I was beginning to think you disappeared! What happened? Hope all is O.K. with the dogs! Good to see you are back.


----------



## Guest (Apr 16, 2009)

Postal, for a moment I had thought that you and claybuster must have taken a LONG vacation together. I'm glad you decided to pop in!! You were missed.


----------



## rannmiller (Jun 27, 2008)

LabbieMama said:


> Postal, for a moment I had thought that you and claybuster must have taken a LONG vacation together. I'm glad you decided to pop in!! You were missed.


Haha, ditto!


----------



## ChattyCathy (Nov 22, 2008)

Hey Postal! I was just thinking about you the other day cuz I hadn't seen any posts from you. Hope all is well w/you and your dogs. You were missed. :biggrin:


----------



## Postal (Jan 23, 2009)

I feel so special heh.

Yeah, I've been very busy. Work has slowed WAY down, so I don't get on here anymore because I'm not out in the field and am being watched heh. Then I get home and work on the house so we can get it on the market before it gets any WORSE ugh..

Anyway, I thought about you guys cuz I took Brian to the vet for being so lethargic and acting like he was in discomfort after sleeping or laying down for an extended amount of time. Well, my fears were rubbed in my face with the x-rays. He has sever hip dysplasia. The cup of his hip is only covering about 10% of the head of the femur. They said that there was no obvious arthritis, yet (which is a good thing because he's only 11 months old!). But, with the good news is the bad, he WAS a candidate for the TPO surgery (the best of all of them, about medium in price), but they are afraid he might be out of time by a month. If that's the case, I'll be looking into the FHO because the total hip replacement is just out of the question.

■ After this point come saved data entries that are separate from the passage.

import { describe, expect, it } from 'vitest';
import { b2Interpolated } from '../physics/virial-interpolant';
import { PROPERTY_MODELS } from './property-models';
import { predictWithUncertainty, type PredictionSet } from './prediction';
import { gaussianGenerator, mulberry32 } from './random';

// An invented set (ε/k_B = 150 K, σ = 3.7 Å, standard errors 0.8 K and 0.006 Å, correlation −0.9) and molar mass.
const SE = [0.8, 0.006];
const RHO = -0.9;
const SET: PredictionSet = {
  epsilonK: 150,
  sigmaAngstrom: 3.7,
  covariance: [
    [SE[0] ** 2, RHO * SE[0] * SE[1]],
    [RHO * SE[0] * SE[1], SE[1] ** 2],
  ],
  validity: { temperatureK: [120, 600] },
};
const CONTEXT = { molarMassGPerMol: 58.1, quantumCorrection: false };

/** Correlated normal draws of (ε, σ) from the set's covariance (Cholesky factor; common practice). */
function draws(n: number, seed: number) {
  const g = gaussianGenerator(mulberry32(seed));
  const l11 = SE[0];
  const l21 = RHO * SE[1];
  const l22 = SE[1] * Math.sqrt(1 - RHO * RHO);
  return Array.from({ length: n }, () => {
    const u = g();
    const v = g();
    return { epsilonK: SET.epsilonK + l11 * u, sigmaAngstrom: SET.sigmaAngstrom + l21 * u + l22 * v };
  });
}
const sd = (values: number[]) => {
  const m = values.reduce((s, v) => s + v, 0) / values.length;
  return Math.sqrt(values.reduce((s, v) => s + (v - m) ** 2, 0) / (values.length - 1));
};

describe('predictions with propagated uncertainty', () => {
  it('B2: the first-order standard error matches a Monte-Carlo propagation of the covariance within 2 %', () => {
    const states = [{ temperatureK: 130 }, { temperatureK: 300 }, { temperatureK: 550 }];
    const predicted = predictWithUncertainty('b2', states, SET, CONTEXT);
    const sample = draws(20000, 1);
    states.forEach((s, i) => {
      // 20 000 draws: the Monte-Carlo s.d. is known to 0.5 %; the covariance is small enough for first order to hold.
      const mc = sd(sample.map((d) => b2Interpolated(s.temperatureK, d.epsilonK, d.sigmaAngstrom).b2Cm3PerMol));
      expect(Math.abs(predicted[i].standardError / mc - 1)).toBeLessThan(0.02);
      expect(predicted[i].intervalMethod).toBe('linearised covariance');
    });
  });

  it('viscosity and density: the propagated standard error equals √(gᵀCg) with g from central finite differences', () => {
    const cases = [
      { kind: 'viscosity' as const, state: { temperatureK: 400 } },
      { kind: 'density' as const, state: { temperatureK: 135, pressureMPa: 5 } },
    ];
    for (const { kind, state } of cases) {
      const [p] = predictWithUncertainty(kind, [state], SET, CONTEXT);
      const f = (e: number, s: number) => PROPERTY_MODELS[kind].evaluate(state, e, s, CONTEXT).value;
      const he = 1e-4 * SET.epsilonK;
      const hs = 1e-4 * SET.sigmaAngstrom;
      const g = [
        (f(SET.epsilonK + he, SET.sigmaAngstrom) - f(SET.epsilonK - he, SET.sigmaAngstrom)) / (2 * he),
        (f(SET.epsilonK, SET.sigmaAngstrom + hs) - f(SET.epsilonK, SET.sigmaAngstrom - hs)) / (2 * hs),
      ];
      const c = SET.covariance;
      const fd = Math.sqrt(g[0] * g[0] * c[0][0] + 2 * g[0] * g[1] * c[0][1] + g[1] * g[1] * c[1][1]);
      expect(Math.abs(p.standardError / fd - 1)).toBeLessThan(1e-4);
      expect(p.standardError).toBeGreaterThan(0);
    }
  });

  it('density: the first-order standard error matches a Monte-Carlo propagation within 6 %', () => {
    const state = { temperatureK: 135, pressureMPa: 5 };
    const [p] = predictWithUncertainty('density', [state], SET, CONTEXT);
    const mc = sd(draws(2000, 2).map((d) => PROPERTY_MODELS.density.evaluate(state, d.epsilonK, d.sigmaAngstrom, CONTEXT).value));
    // 2000 draws: Monte-Carlo s.d. known to about 1.6 %.
    expect(Math.abs(p.standardError / mc - 1)).toBeLessThan(0.06);
  });

  it('with posterior draws the interval comes from the draws and agrees with the linear one in the linear regime', () => {
    const [p] = predictWithUncertainty('b2', [{ temperatureK: 200 }], { ...SET, draws: draws(4000, 3) }, CONTEXT);
    expect(p.intervalMethod).toBe('posterior draws');
    const half = (p.upper95 - p.lower95) / 2;
    expect(Math.abs(half / (1.959964 * p.standardError) - 1)).toBeLessThan(0.06);
  });

  it('marks states outside the validity range in plain words', () => {
    const [inside, below] = predictWithUncertainty('b2', [{ temperatureK: 300 }, { temperatureK: 90 }], SET, CONTEXT);
    expect(inside.outsideValidity).toBe(false);
    expect(inside.note).toBeUndefined();
    expect(below.outsideValidity).toBe(true);
    expect(below.note).toMatch(/90 K lies outside the validity range 120–600 K/);
  });
});
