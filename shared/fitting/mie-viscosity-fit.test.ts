import { describe, expect, it } from 'vitest';
import { b2WithGradient } from '../physics/virial';
import { viscosityWithGradient } from '../physics/viscosity';
import { fitLennardJones, type FitMeasurementSet } from './lj-fit';
import { fitMieWithExponent } from './mie-fit';
import { PROPERTY_MODELS } from './property-models';
import { gaussianGenerator, mulberry32 } from './random';

// Synthetic round trip: B2 (virial.ts Mie quadrature, checked against mpmath in mie-potential.test.ts) and dilute-gas
// viscosity (Chapman–Enskog with the Mie collision integrals, checked against an independent scipy quadrature in
// mie-collision-integrals.test.ts) of an invented Mie 16-6 gas, with Gaussian noise of the stated uncertainty (fixed seeds).
const TRUTH = { epsilonK: 150, sigmaAngstrom: 3.7, repulsiveExponent: 16, molarMassGPerMol: 58.1 };

function b2Table(seed: number): FitMeasurementSet {
  const g = gaussianGenerator(mulberry32(seed));
  const temps = [90, 105, 120, 140, 165, 200, 250, 320, 420, 560, 750, 1000, 1400];
  const rows = temps.map((T) => ({
    temperatureK: T,
    value: b2WithGradient(T, TRUTH.epsilonK, TRUTH.sigmaAngstrom, undefined, { repulsiveExponent: 16 }).b2Cm3PerMol + 0.3 * g(),
    uncertainty: 0.3,
  }));
  return { id: 'b2-mie-16', kind: 'b2', rows };
}

/** η with 0.3 % relative uncertainty, as oscillating-disc data of a dilute gas commonly state. */
function viscosityTable(seed: number): FitMeasurementSet {
  const g = gaussianGenerator(mulberry32(seed));
  const temps = [120, 150, 190, 240, 300, 380, 480, 600, 760, 950, 1200];
  const rows = temps.map((T) => {
    const eta = viscosityWithGradient(T, TRUTH.epsilonK, TRUTH.sigmaAngstrom, TRUTH.molarMassGPerMol, {
      repulsiveExponent: 16,
    }).viscosityMicroPaS;
    return { temperatureK: T, value: eta * (1 + 0.003 * g()), uncertainty: 0.003 * eta };
  });
  return { id: 'eta-mie-16', kind: 'viscosity', rows };
}

const options = { molarMassGPerMol: TRUTH.molarMassGPerMol, restarts: 0, profiles: false } as const;

describe('Mie λr-6 fits with viscosity data', () => {
  it('the viscosity model takes a Mie potential; λr = 12 in the context is the 12-6 model to the last digit', () => {
    expect(PROPERTY_MODELS.viscosity.supportsMie).toBe(true);
    const lj = PROPERTY_MODELS.viscosity.evaluate({ temperatureK: 300 }, 150, 3.7, { molarMassGPerMol: 58.1, quantumCorrection: false });
    expect(viscosityWithGradient(300, 150, 3.7, 58.1, { repulsiveExponent: 12 }).viscosityMicroPaS).toBe(lj.value);
    const mie = PROPERTY_MODELS.viscosity.evaluate({ temperatureK: 300 }, 150, 3.7, {
      molarMassGPerMol: 58.1,
      quantumCorrection: false,
      repulsiveExponent: 16,
    });
    expect(mie.value).toBe(viscosityWithGradient(300, 150, 3.7, 58.1, { repulsiveExponent: 16 }).viscosityMicroPaS);
    expect(mie.value).not.toBe(lj.value);
  });

  it('viscosity alone, λr held at 16: recovers ε and σ within 2 standard errors', () => {
    const fit = fitLennardJones([viscosityTable(11)], { ...options, repulsiveExponent: 16 });
    expect(fit.status).toBe('succeeded');
    expect([fit.model, fit.repulsiveExponent]).toEqual(['mie', 16]);
    expect(Math.abs(fit.epsilonK - TRUTH.epsilonK)).toBeLessThan(2 * (fit.stdErr.epsilonK as number));
    expect(Math.abs(fit.sigmaAngstrom - TRUTH.sigmaAngstrom)).toBeLessThan(2 * (fit.stdErr.sigmaAngstrom as number));
  });

  it('B2 and viscosity together, λr held at 16: recovers ε and σ within 2 standard errors, tighter than viscosity alone', () => {
    const joint = fitLennardJones([b2Table(12), viscosityTable(13)], { ...options, repulsiveExponent: 16 });
    const alone = fitLennardJones([viscosityTable(13)], { ...options, repulsiveExponent: 16 });
    expect(joint.status).toBe('succeeded');
    expect(Math.abs(joint.epsilonK - TRUTH.epsilonK)).toBeLessThan(2 * (joint.stdErr.epsilonK as number));
    expect(Math.abs(joint.sigmaAngstrom - TRUTH.sigmaAngstrom)).toBeLessThan(2 * (joint.stdErr.sigmaAngstrom as number));
    expect(joint.stdErr.epsilonK as number).toBeLessThan(alone.stdErr.epsilonK as number);
  });

  it('B2 and viscosity together, λr fitted by profile: recovers 16 within 2 profile standard errors and inside its 95 % interval', () => {
    const fit = fitMieWithExponent([b2Table(14), viscosityTable(15)], { molarMassGPerMol: TRUTH.molarMassGPerMol, restarts: 0 });
    expect(fit.status).toBe('succeeded');
    const p = fit.repulsiveExponentProfile;
    expect(p.stdErr).not.toBeNull();
    expect(Math.abs(p.best - TRUTH.repulsiveExponent)).toBeLessThan(2 * (p.stdErr as number));
    expect(p.lower95 as number).toBeLessThan(16);
    expect(p.upper95 ?? 36).toBeGreaterThan(16);
    // ε and σ at the best λr (their standard errors are conditional on it): within 2 SE of the truth plus the shift
    // that λr's own error carries, bounded here by 3 SE.
    expect(Math.abs(fit.epsilonK - TRUTH.epsilonK)).toBeLessThan(3 * (fit.stdErr.epsilonK as number));
    expect(Math.abs(fit.sigmaAngstrom - TRUTH.sigmaAngstrom)).toBeLessThan(3 * (fit.stdErr.sigmaAngstrom as number));
  });
});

The good news is I was wise and bought PetPlan insurance about 4 months ago. I called them and they do cover everything from the x-rays to the surgeries and first prescription of meds. They also help with a Joint Supplement diet.. Though the insurance is great news, I still have to front the money and THEN submit a claim and wait a month for the reimbursement. Well, money is tight because the economy is in the pits.. and being a construction equipment dealer, we are seeing it pretty clearly heh.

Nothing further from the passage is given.